### What you should do
Extract all of the data and reproduce it precisely.

(Items listed in a dataset)
###

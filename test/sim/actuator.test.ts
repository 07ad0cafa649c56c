import { describe, it, expect } from 'vitest';
import { Actuator } from '../../src/sim/index.js';

describe('Actuator saturation flag', () => {
  const spec = { min: 0, max: 1, rateLimit: Infinity };
  it('is set when the command sits at a position limit, even if already clamped upstream', () => {
    const a = new Actuator(spec, 0.5);
    a.command(1, 1);
    expect(a.saturated).toBe(true);
    a.command(1.7, 1);
    expect(a.saturated).toBe(true);
    a.command(0, 1);
    expect(a.saturated).toBe(true);
  });
  it('is clear inside the range and without limits', () => {
    const a = new Actuator(spec, 0.5);
    a.command(0.99, 1);
    expect(a.saturated).toBe(false);
    const free = new Actuator({ min: -Infinity, max: Infinity, rateLimit: Infinity }, 0);
    free.command(1e9, 1);
    expect(free.saturated).toBe(false);
  });
  it('is set on the rate limit', () => {
    const a = new Actuator({ min: 0, max: 1, rateLimit: 0.1 }, 0);
    a.command(0.5, 1);
    expect(a.saturated).toBe(true);
    expect(a.end).toBeCloseTo(0.1, 15);
  });
});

###

### Result for this task
filename test/sim/actuator.test.ts
repository 07ad0cafa649c56c
import { describe, it, expect } from 'vitest';
import { Actuator } from '../../src/sim/index.js';

describe('Actuator saturation flag', () => {
  const spec = { min: 0, max: 1, rateLimit: Infinity };
  it('is set when the command sits at a position limit, even if already clamped upstream', () => {
    const a = new Actuator(spec, 0.5);
    a.command(1, 1);
    expect(a.saturated).toBe(true);
    a.command(1.7, 1);
    expect(a.saturated).toBe(true);
    a.command(0, 1);
    expect(a.saturated).toBe(true);
  });
  it('is clear inside the range and without limits', () => {
    const a = new Actuator(spec, 0.5);
    a.command(0.99, 1);
    expect(a.saturated).toBe(false);
    const free = new Actuator({ min: -Infinity, max: Infinity, rateLimit: Infinity }, 0);
    free.command(1e9, 1);
    expect(free.saturated).toBe(false);
  });
  it('is set on the rate limit', () => {
    const a = new Actuator({ min: 0, max: 1, rateLimit: 0.1 }, 0);
    a.command(0.5, 1);
    expect(a.saturated).toBe(true);
    expect(a.end).toBeCloseTo(0.1, 15);
  });
});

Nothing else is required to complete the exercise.